El filme del realizador de origen austriaco Bernhard Wicki retrata como pocos —en un lenguaje dramático y audiovisual— la caída militar y cultural de la Alemania nazi, y el significado de la tragedia histórica que ese régimen significó para su propio pueblo. La obra fue rodada en 1959 y mantiene su vigencia artística e interpretativa hasta el día de hoy.
Por Horacio Ramírez
Publicado el 2.4.2021
Todo sistema, desde los más simples, como el depósito de agua de un inodoro, hasta el más complejo, como lo es el cerebro humano, tiene dos facetas en complementación, a partir de la cual el sistema obtiene la información necesaria sobre sí mismo y el entorno para poder continuar existiendo.
Una de ellas es una faceta positiva, prometedora, inspiradora, como la de recarga del depósito de agua o la creativa, inteligente y esclarecida del pensar y sentir humanos.
Mientras que, por el otro lado, tenemos la faceta negativa, la que descarga el agua y vacía el depósito o nos hunde en un vacío existencial, en la que vemos todo turbio, distorsionado y a veces hasta sumido en la ridiculez o el espanto.
Sería ideal que fuéramos siempre lúcidos y sepamos distinguir en nosotros la existencia de ambas caras de la moneda, teniendo en cuenta que es el error lo que nos guía hacia la superación y el permanente perfeccionamiento y que nos permite crecer ligados a un mundo —un Universo— siempre cambiante porque está también sumido al mecanismo del ensayo y el error.
La simple diferencia entre el error y el éxito en la estrategia de supervivencia es la que hace crecer en nosotros la posibilidad del éxito neto en el desafío de existir. No obstante, existen cosas a las que podríamos llamar “metaerrores” (si es que existe este término en la Teoría de Sistemas).
Un «metaerror» vendría a ser algo así como un persistir en el error a partir de un enfoque equivocado del error inicial: sumarle error al error. Tomar un error como un éxito y aplicar, para promocionarlo, medidas erradas, acelera un proceso de destrucción inevitable.

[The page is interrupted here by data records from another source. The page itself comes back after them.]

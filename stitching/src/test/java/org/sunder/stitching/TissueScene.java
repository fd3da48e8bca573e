package org.sunder.stitching;

import org.sunder.blockwise.graph.AffinityBlock;
import org.sunder.blockwise.graph.Offsets;
import org.sunder.blockwise.synth.Degradation;
import org.sunder.blockwise.synth.ExactAffinities;
import org.sunder.blockwise.synth.SynthSpec;
import org.sunder.blockwise.synth.SyntheticVolume;
import org.sunder.blockwise.synth.TissuePreset;

/**
 * A synthetic test volume (the synth package's tissue generator): ground truth, offsets and
 * affinities (exact, or degraded), arrays in memory order, affinities channel last.
 */
public final class TissueScene {
  final int[] shape;
  final long[] groundTruth;
  final float[] affinities;
  final int[][] offsets;

  TissueScene(int[] shape, long[] groundTruth, float[] affinities, int[][] offsets) {
    this.shape = shape;
    this.groundTruth = groundTruth;
    this.affinities = affinities;
    this.offsets = offsets;
  }

  static TissueScene generate(SynthSpec spec, int[][] offsets, Degradation degradation) {
    SyntheticVolume volume = SyntheticVolume.generate(spec);
    long[] shape = volume.shape();
    long[] labels = volume.labels();
    float[] exact = ExactAffinities.compute(labels, shape, offsets);
    float[] affinities = degradation.isNone() ? exact
        : degradation.apply(labels, shape, spec.voxelSize(), offsets, exact);
    return new TissueScene(new int[] {(int) shape[0], (int) shape[1], (int) shape[2]}, labels,
        affinities, offsets);
  }

  /** The small synthetic tissue of the given shape and seed. */
  public static TissueScene small(long seed, long[] shape, Degradation degradation) {
    return generate(SynthSpec.small(seed).withShape(shape), SceneStore.offsets(), degradation);
  }

  /** A realistic tissue preset: its ground truth, offsets and degraded affinities. */
  static TissueScene ofPreset(TissuePreset preset, long seed, long[] shape) {
    SyntheticVolume volume = preset.volume(seed, shape);
    return new TissueScene(new int[] {(int) shape[0], (int) shape[1], (int) shape[2]},
        volume.labels(), preset.affinities(volume, seed), TissuePreset.offsets().vectors());
  }

  /** The whole volume's affinities as one block at the origin. */
  AffinityBlock wholeBlock() {
    return AffinityBlock.ofFloats(affinities, shape, new long[3], Offsets.of(offsets), null);
  }

  int voxelCount() {
    return shape[0] * shape[1] * shape[2];
  }

  public static void position(int index, int[] shape, int[] out) {
    out[0] = index % shape[0];
    out[1] = index / shape[0] % shape[1];
    out[2] = index / (shape[0] * shape[1]);
  }
}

Si al primer error se lo identifica como tal y se le aplican medidas correctivas, el sistema aprende y es más probable evitar caer en el mismo error. Pero si al error se lo trata de encauzar a través de medidas erróneas o no se lo identifica como error a tiempo, el proceso cae en una vorágine catastrófica de la que sólo podrá salir de la peor forma.

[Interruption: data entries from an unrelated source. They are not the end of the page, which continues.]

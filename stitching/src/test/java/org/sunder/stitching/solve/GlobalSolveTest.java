package org.sunder.stitching.solve;

import static org.junit.jupiter.api.Assertions.assertArrayEquals;
import static org.junit.jupiter.api.Assertions.assertEquals;
import static org.junit.jupiter.api.Assertions.assertNotEquals;
import static org.junit.jupiter.api.Assertions.assertThrows;
import static org.junit.jupiter.api.Assertions.assertTrue;

import java.util.ArrayList;
import java.util.Arrays;
import java.util.Collections;
import java.util.HashSet;
import java.util.List;
import java.util.Random;
import java.util.Set;
import java.util.stream.LongStream;
import org.junit.jupiter.api.Test;
import org.sunder.blockwise.ErrorKind;
import org.sunder.blockwise.SunderException;
import org.sunder.blockwise.graph.EdgeStatistics;
import org.sunder.blockwise.grid.IdLayout;
import org.sunder.blockwise.partition.ReducedGraphSolver;
import org.sunder.blockwise.partition.agglomeration.Agglomeration;
import org.sunder.blockwise.partition.agglomeration.Linkage;
import org.sunder.blockwise.partition.config.FragmentsAgglomerationMethod;
import org.sunder.blockwise.partition.config.PartitionConfig;
import org.sunder.stitching.RandomReducedGraphs;
import org.sunder.stitching.task.BlockSummary;
import org.sunder.stitching.task.SeamEdges;

/** The solve on hand-made and random summaries, without any store. */
class GlobalSolveTest {
  private static final IdLayout LAYOUT = new IdLayout(10);
  private static final PartitionConfig MWS = PartitionConfig.mutexWatershed(null, null);
  private static final PartitionConfig MEAN =
      PartitionConfig.agglomeration(Linkage.MEAN, false, null, null);

  private static long id(int block, int local) {
    return LAYOUT.provisional(block, local);
  }

  private static EdgeStatistics edges(long[] u, long[] v, double... w) {
    return EdgeStatistics.ofEdges(u, v, w);
  }

  private static BlockSummary summary(int block, int segments, int[] boundary,
      EdgeStatistics inner, long[] separatedU, long[] separatedV) {
    long[] sizes = new long[segments];
    java.util.Arrays.fill(sizes, 10);
    int[] sides = new int[boundary.length];
    java.util.Arrays.fill(sides, 2);
    long[] firstVoxels = java.util.Arrays.stream(boundary).mapToLong(k -> id(block, k))
        .toArray();
    return new BlockSummary(block, sizes, boundary, sides, firstVoxels, inner, separatedU,
        separatedV, EdgeStatistics.empty());
  }

  @Test
  void joinsAcrossFacesAndNumbersFinalIdsConsecutively() {
    // Block 0: segments 1..3, boundary 2 and 3. Block 1: segments 1..2, boundary 1.
    BlockSummary b0 = summary(0, 3, new int[] {2, 3}, EdgeStatistics.empty(), new long[0],
        new long[0]);
    BlockSummary b1 = summary(1, 2, new int[] {1}, EdgeStatistics.empty(), new long[0],
        new long[0]);
    SeamEdges seam = new SeamEdges(0, edges(new long[] {id(0, 3), id(0, 2)},
        new long[] {id(1, 1), id(1, 1)}, 2.0, -1.0));
    GlobalSolve.Result result = GlobalSolve.solve(LAYOUT, 2, MEAN, List.of(b0, b1),
        List.of(seam));
    FinalIdMap map = result.finalIds();
    assertEquals(4, map.finalIdCount());
    assertEquals(1, map.apply(id(0, 1)));
    assertEquals(2, map.apply(id(0, 2)));
    assertEquals(3, map.apply(id(0, 3)));
    assertEquals(3, map.apply(id(1, 1)));
    assertEquals(4, map.apply(id(1, 2)));
    assertEquals(3, result.report().nodeCount());
    assertEquals(2, result.report().edgeCount());
    assertEquals(5, result.report().segmentCount());
  }

  /**
   * The trap the fragment methods fell into at faces: a face cuts objects A and B into halves,
   * and a single strongly attractive voxel edge joins A's lower half to B's upper half. Mean
   * linkage takes that pair first (13.8 against 6) and then cannot join the true halves. With
   * the halves reported as continued (both blocks saw one fragment run through enough voxel
   * pairs), the solve joins them first and separates A from B; with too few continued pairs it
   * does not join them.
   */
  @Test
  void continuedPiecesAreJoinedBeforeTheAgglomerationContinues() {
    PartitionConfig fragmentsMean = new PartitionConfig(
        new FragmentsAgglomerationMethod(), null, null, null, null, null, null, null);
    List<BlockSummary> blocks = new ArrayList<>();
    for (int b = 0; b < 2; b++) {
      EdgeStatistics inner = EdgeStatistics.of(new long[] {id(b, 1)}, new long[] {id(b, 2)},
          new double[] {-7000}, new long[] {1000}, new double[] {-13.8}, new double[] {1});
      blocks.add(summary(b, 2, new int[] {1, 2}, inner, new long[0], new long[0]));
    }
    EdgeStatistics across = EdgeStatistics.of(new long[] {id(0, 1), id(0, 2), id(0, 1)},
        new long[] {id(1, 1), id(1, 2), id(1, 2)}, new double[] {600, 600, 13.8},
        new long[] {100, 100, 1}, new double[] {1, 1, 13.8}, new double[] {13.8, 13.8, 13.8});
    for (long continued : new long[] {0, GlobalSolve.MIN_CONTINUED_PAIRS - 1,
        GlobalSolve.MIN_CONTINUED_PAIRS}) {
      EdgeStatistics halves = continued == 0 ? EdgeStatistics.empty()
          : EdgeStatistics.of(new long[] {id(0, 1), id(0, 2)}, new long[] {id(1, 1), id(1, 2)},
              new double[] {continued, continued}, new long[] {continued, continued},
              new double[] {1, 1}, new double[] {1, 1});
      FinalIdMap map = GlobalSolve.solve(LAYOUT, 2, fragmentsMean, blocks,
          List.of(new SeamEdges(0, across, halves))).finalIds();
      boolean joined = continued >= GlobalSolve.MIN_CONTINUED_PAIRS;
      assertEquals(joined, map.apply(id(0, 1)) == map.apply(id(1, 1)), "continued " + continued);
      assertEquals(joined, map.apply(id(0, 2)) == map.apply(id(1, 2)), "continued " + continued);
      assertEquals(!joined, map.apply(id(0, 1)) == map.apply(id(1, 2)), "continued " + continued);
      assertNotEquals(map.apply(id(0, 1)), map.apply(id(0, 2)));
    }
  }

  /**
   * Ties fall as in a one-block run: random fragment graphs whose weights take three values
   * (many equal means), each fragment cut into pieces with provisional ids in random order,
   * the pieces of a fragment continued into each other and each pair's statistics on one pair
   * of their pieces. Joined and ordered by first voxel, the mean-linkage solve gives the
   * partition of the agglomeration of the fragments themselves (numbered in first-voxel order,
   * as a one-block run numbers them); in provisional-id order it gives another on some graphs.
   */
  @Test
  void joinedPiecesAreSolvedInTheOrderOfTheirFirstVoxels() {
    Random random = new Random(8);
    Agglomeration oneBlock = new Agglomeration(Linkage.MEAN, false);
    ReducedGraphSolver solver = MEAN.createSolver();
    int differentInIdOrder = 0;
    for (int trial = 0; trial < 100; trial++) {
      int fragments = 4 + random.nextInt(20);
      EdgeStatistics.Accumulator whole = new EdgeStatistics.Accumulator(16);
      for (int e = 0; e < 3 * fragments; e++) {
        int a = random.nextInt(fragments);
        int b = random.nextInt(fragments);
        if (a != b) {
          double w = new double[] {-1, 1, 2}[random.nextInt(3)];
          whole.add(a, b, w, 1, w, w);
        }
      }
      EdgeStatistics fragmentGraph = whole.build();
      int[] want = RandomReducedGraphs.canonical(
          oneBlock.run(fragments, fragmentGraph).clustering().clusterOf());
      // pieces: fragment f has pieces firstPiece[f] .. firstPiece[f + 1] - 1, first voxels
      // ascending with f; nodes hold the pieces in a random order
      int[] firstPiece = new int[fragments + 1];
      for (int f = 0; f < fragments; f++) {
        firstPiece[f + 1] = firstPiece[f] + (f == 0 ? 2 : 1 + random.nextInt(3));
      }
      int pieces = firstPiece[fragments];
      List<Integer> order = new ArrayList<>();
      for (int p = 0; p < pieces; p++) {
        order.add(p);
      }
      Collections.shuffle(order, random);
      int[] nodeOfPiece = new int[pieces];
      long[] firstVoxels = new long[pieces];
      long[] ids = new long[pieces];
      for (int node = 0; node < pieces; node++) {
        nodeOfPiece[order.get(node)] = node;
        firstVoxels[node] = 1000L + 7L * order.get(node);
        ids[node] = 50L + node;
      }
      EdgeStatistics.Accumulator edges = new EdgeStatistics.Accumulator(16);
      for (int e = 0; e < fragmentGraph.size(); e++) {
        int a = (int) fragmentGraph.u(e);
        int b = (int) fragmentGraph.v(e);
        int pa = firstPiece[a] + random.nextInt(firstPiece[a + 1] - firstPiece[a]);
        int pb = firstPiece[b] + random.nextInt(firstPiece[b + 1] - firstPiece[b]);
        edges.add(nodeOfPiece[pa], nodeOfPiece[pb], fragmentGraph.sum(e),
            fragmentGraph.count(e), fragmentGraph.min(e), fragmentGraph.max(e));
      }
      EdgeStatistics.Accumulator continued = new EdgeStatistics.Accumulator(16);
      for (int f = 0; f < fragments; f++) {
        for (int p = firstPiece[f] + 1; p < firstPiece[f + 1]; p++) {
          continued.add(nodeOfPiece[p - 1], nodeOfPiece[p], 1);
        }
      }
      ReducedGraph graph = new ReducedGraph(ids, edges.build(), new int[0], new int[0],
          continued.build());
      int[] fragmentOfNode = new int[pieces];
      for (int f = 0; f < fragments; f++) {
        for (int p = firstPiece[f]; p < firstPiece[f + 1]; p++) {
          fragmentOfNode[nodeOfPiece[p]] = f;
        }
      }
      int[] got = GlobalSolve.clustersJoiningContinuations(graph, firstVoxels, solver);
      assertArrayEquals(want, RandomReducedGraphs.canonical(byFragment(got, fragmentOfNode,
          fragments)), "trial " + trial);
      int[] inIdOrder = GlobalSolve.clustersJoiningContinuations(graph,
          LongStream.range(0, pieces).toArray(), solver);
      differentInIdOrder += Arrays.equals(want, RandomReducedGraphs.canonical(
          byFragment(inIdOrder, fragmentOfNode, fragments))) ? 0 : 1;
    }
    assertTrue(differentInIdOrder > 5, "graphs whose ties fall otherwise in id order: "
        + differentInIdOrder);
  }

  /** Per fragment, the cluster of its pieces (all pieces of a fragment share one). */
  private static int[] byFragment(int[] clusterOfNode, int[] fragmentOfNode, int fragments) {
    int[] out = new int[fragments];
    for (int node = 0; node < clusterOfNode.length; node++) {
      out[fragmentOfNode[node]] = clusterOfNode[node];
    }
    return out;
  }

  @Test
  void mutexWatershedKeepsABlocksSeparationsWhileMeanLinkageMayUndoThem() {
    // Block 0 has boundary segments 1 and 2, separated inside the block by a repulsive edge
    // (weak inside the core), both strongly attracted to segment 1 of block 1.
    EdgeStatistics inner = edges(new long[] {id(0, 1)}, new long[] {id(0, 2)}, 0.5);
    BlockSummary b0 = summary(0, 2, new int[] {1, 2}, inner, new long[] {id(0, 1)},
        new long[] {id(0, 2)});
    BlockSummary b1 = summary(1, 1, new int[] {1}, EdgeStatistics.empty(), new long[0],
        new long[0]);
    SeamEdges seam = new SeamEdges(0, edges(new long[] {id(0, 1), id(0, 2)},
        new long[] {id(1, 1), id(1, 1)}, 0.9, 0.8));
    FinalIdMap mws = GlobalSolve.solve(LAYOUT, 2, MWS, List.of(b0, b1), List.of(seam))
        .finalIds();
    assertNotEquals(mws.apply(id(0, 1)), mws.apply(id(0, 2)));
    assertEquals(mws.apply(id(0, 1)), mws.apply(id(1, 1)));
    FinalIdMap mean = GlobalSolve.solve(LAYOUT, 2, MEAN, List.of(b0, b1), List.of(seam))
        .finalIds();
    assertEquals(mean.apply(id(0, 1)), mean.apply(id(0, 2)));
    assertEquals(2, mws.finalIdCount());
    assertEquals(1, mean.finalIdCount());
  }

  @Test
  void resultDoesNotDependOnTheOrderOfSummariesAndSeams() {
    Random random = new Random(13);
    int blocks = 6;
    List<BlockSummary> summaries = new ArrayList<>();
    List<SeamEdges> seams = new ArrayList<>();
    for (int b = 0; b < blocks; b++) {
      int segments = 3 + random.nextInt(5);
      int[] boundary = {1, 2, segments};
      summaries.add(summary(b, segments, boundary,
          edges(new long[] {id(b, 1)}, new long[] {id(b, 2)}, random.nextGaussian()),
          new long[0], new long[0]));
    }
    for (int f = 0; f < blocks - 1; f++) {
      int s = summaries.get(f + 1).segmentCount();
      seams.add(new SeamEdges(f, edges(
          new long[] {id(f, 1), id(f, 2), id(f, summaries.get(f).segmentCount())},
          new long[] {id(f + 1, 2), id(f + 1, 1), id(f + 1, s)},
          random.nextGaussian(), random.nextGaussian(), random.nextGaussian())));
    }
    for (PartitionConfig config : List.of(MWS, MEAN)) {
      FinalIdMap reference = GlobalSolve.solve(LAYOUT, blocks, config, summaries, seams)
          .finalIds();
      Set<Long> ids = new HashSet<>();
      for (int b = 0; b < blocks; b++) {
        for (int k = 1; k <= summaries.get(b).segmentCount(); k++) {
          ids.add(reference.apply(id(b, k)));
        }
      }
      assertEquals(reference.finalIdCount(), ids.size());
      assertTrue(ids.contains(1L) && ids.contains(reference.finalIdCount()));
      for (int trial = 0; trial < 5; trial++) {
        List<BlockSummary> s = new ArrayList<>(summaries);
        List<SeamEdges> e = new ArrayList<>(seams);
        Collections.shuffle(s, random);
        Collections.shuffle(e, random);
        assertEquals(reference, GlobalSolve.solve(LAYOUT, blocks, config, s, e).finalIds());
      }
    }
  }

  @Test
  void missingSummaryOrForeignIdIsReported() {
    BlockSummary b0 = summary(0, 2, new int[] {1}, EdgeStatistics.empty(), new long[0],
        new long[0]);
    SunderException missing = assertThrows(SunderException.class,
        () -> GlobalSolve.solve(LAYOUT, 2, MEAN, List.of(b0), List.of()));
    assertEquals(ErrorKind.INVALID_INPUT, missing.kind());
    assertTrue(missing.getMessage().contains("1 block summaries for 2 blocks"));
    BlockSummary b1 = summary(1, 2, new int[] {1}, EdgeStatistics.empty(), new long[0],
        new long[0]);
    SeamEdges foreign = new SeamEdges(0, edges(new long[] {id(0, 2)}, new long[] {id(1, 1)},
        1.0));
    SunderException e = assertThrows(SunderException.class,
        () -> GlobalSolve.solve(LAYOUT, 2, MEAN, List.of(b0, b1), List.of(foreign)));
    assertEquals(ErrorKind.INTERNAL, e.kind());
    assertTrue(e.getMessage().contains("local id 2"), e.getMessage());
  }
}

Los cerebros humanos pueden caer en ese proceso de aceleración del error que se conoce como “feed back positivo”. Pero así como se identifica la aparición de un feed back positivo, rápidamente debemos entender que el universo no nos acompañará en nuestra estupidez… sencillamente porque el Universo no es estúpido: si no aceptamos sus reglas, nos suelta la mano.
El feed back negativo, por el contrario, es un proceso de moderación de toda salida de control del sistema en el marco de los sistemas que los contiene y sus propias exigencias sistémicas.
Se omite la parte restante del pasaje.